Let’s say that some friends invite you over to dinner, so that you can meet Ms. Aberdeen Abels, a self-made entrepreneur and prominent business tycoon. Not only is this dinner an opportunity to further your social influence and build that all-important network of relationships, it also has the making of that “big break” you and your partners at the firm have so long desired. 

Simply put, Aberdeen is looking to buy, and you are eager to sell. If you play your cards right, if she decides to invest in your company, your future (and your children’s future, and their children’s future) is financially secure. But if you “drop the ball,” if you squander this opportunity, if you leave without an offer, you jeopardize your career. For all intents and purposes, you are about to appear on Shark Tank, and the interested party is Kevin O’Leary.

Around lunchtime, several hours before you’re expected to arrive at their apartment, you compose a brief but heartfelt text message to your friends, Ian and Eilis.

Hey guys, thanks again for inviting me over for dinner tonight. I’m so excited to meet Aberdeen! I know that nothing may come of it, but I’m really grateful for this opportunity. As you well know, opportunities such as these are hard to come by!  I hope that I can make it up to you guys at some point. Please let me know if I can ever return the favor! Love you both!

You press SEND. The text wasn’t perfect, but it’s sufficient for now. Something needed to be said—again. After all, Ian and Eilis arranged the meeting on your behalf. They have nothing to gain: your friends are successful businessmen in their own right, and well-known philanthropists to boot. You, on the other hand, have everything to lose: your business is faltering, and it needs someone with the tested acumen and fat wallet of Aberdeen to set it aright. 

You arrive at their house shortly before eight o’clock, just in time for the hors d’oeuvres. At one o’clock, precisely five hours after your arrival and two hours before your departure, you haven’t stopped smiling, there being nothing that you could say or do that didn’t interest the guest of honor.

Toward morning the conversation takes a turn toward religion and Aberdeen, upon learning that you are Catholic, begins to talk about the Church. She calls the celibate priesthood “old-fashioned” but “commendable,” given the natural “desire of man” to “make babies.” She also mentions the Eucharist and her particular fondness for the “symbolism” at work in the sacrament, even going so far as to call it “a pretty good symbol” for Jesus’ message of “peace and justice.” 

At this last remark, you pause, not yet knowing how to respond, if to respond, or when to respond. 

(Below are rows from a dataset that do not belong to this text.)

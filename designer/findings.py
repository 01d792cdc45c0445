"""What ``check`` finds, as frozen records in internal units; nothing in them is computed again."""

from __future__ import annotations

from dataclasses import dataclass

from designer.outcomes import Curve
from designer.records import Candidate, Dimension

Conditions = tuple[tuple[str, float], ...]


@dataclass(frozen=True)
class Range:
    """Middle and 90 % range (5 and 95 %) of a belief; inf: never, or beyond the horizon searched."""

    low: float
    middle: float
    high: float


@dataclass(frozen=True)
class KnownConstant:
    """One constant of a candidate: the dimension that the rate law asks of it, the unit in which the file
    writes it, how the file states it, and its range; after: the range once the pilots are counted."""

    name: str
    dimension: Dimension
    unit: str
    stated: str
    value: Range
    after: Range | None = None
    energy: Range | None = None  # activation energy, J/mol
    reference_temperature: float | None = None  # K


@dataclass(frozen=True)
class HalfLife:
    """Time (s) for the first-named reactant to fall to half under the whole law at these conditions.

    reached: share of the belief under which it does so within ``horizon`` (s).
    """

    conditions: Conditions
    time: Range
    reached: float
    horizon: float


@dataclass(frozen=True)
class LawFound:
    """One candidate as the program understands it.

    belief, after: before and after the pilots. half_life: at the middle of what is on offer; fastest,
    slowest: at the ends of the ranges (None where nothing is free). gone_at_first, gone_at_end: share of
    the first-named reactant that is gone by the first sample and by the longest run, at the middle.
    unsolved: draws of the belief, of ``draws``, whose course could not be computed.
    """

    candidate: Candidate
    belief: float
    after: float
    constants: tuple[KnownConstant, ...]
    half_life: HalfLife
    fastest: HalfLife | None
    slowest: HalfLife | None
    gone_at_first: float
    gone_at_end: float
    unsolved: int
    draws: int

    @property
    def reactant(self) -> str:
        return self.candidate.steps[0].equation.first_reactant


@dataclass(frozen=True)
class Share:
    """One source of error at a sample: its standard deviation (in the unit of the signal) and its share of
    the variance. comes_with: "sample" (afresh with each), "run" (one for all samples of a run) or
    "stock" (one for all runs made from a stock)."""

    source: str
    deviation: float
    share: float
    comes_with: str


@dataclass(frozen=True)
class Budget:
    """Where the error of a typical sample comes from. time in s; left: share of the first-named reactant
    that is left then; mean and deviation in the unit of the signal; shares largest first."""

    candidate: str
    reading: str
    unit: str
    time: float
    left: float
    mean: float
    deviation: float
    shares: tuple[Share, ...]


@dataclass(frozen=True)
class ReadAs:
    """One value of the file: where it stands, what was written ("" = nothing, a default is taken), and what
    it was read as, in words."""

    where: str
    written: str
    meaning: str


@dataclass(frozen=True)
class Checkup:
    """A study as the program understands it. middle: the conditions at which half-lives, curves and budgets
    are stated. first_sample and longest_run in s. curves: run 1 stands for the middle conditions."""

    title: str
    question: str
    time_unit: str
    middle: Conditions
    first_sample: float
    longest_run: float
    laws: tuple[LawFound, ...]
    curves: tuple[Curve, ...]
    budgets: tuple[Budget, ...]
    read_as: tuple[ReadAs, ...]
    defaults: tuple[ReadAs, ...]
    cautions: tuple[str, ...]
    warnings: tuple[str, ...]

The Eucharist is not just a symbol. 

You look at Aberdeen. She smiles back, oblivious. She continues her commentary with something about Pope Francis and why she “absolutely adore[s] him.” You don’t say anything, and the moment passes. 

When you leave the apartment at half past three, you feel somewhat sick, not because of anything you ate or drank, but because you punted on the opportunity of a lifetime. To be clear, you leave with a handshake deal (a gentleman’s agreement) in place. Aberdeen is on board. But you still feel as though you left something on the table, something unsaid. 

You’re not going to sleep anytime soon, so you open up your laptop and casually browse the web. After perusing a number of sites, some more meaningful than others, you put your laptop aside and pour yourself a glass of wine. You admire its red hue and the intriguing bouquet of honeysuckle and jasmine. 

The Eucharist is not just a symbol.

You know this and know it well. 

The Eucharist is not just a symbol.

You finish your glass and walk to the sink. 

The Eucharist is not just a symbol.

You think of Aberdeen and your missed opportunity.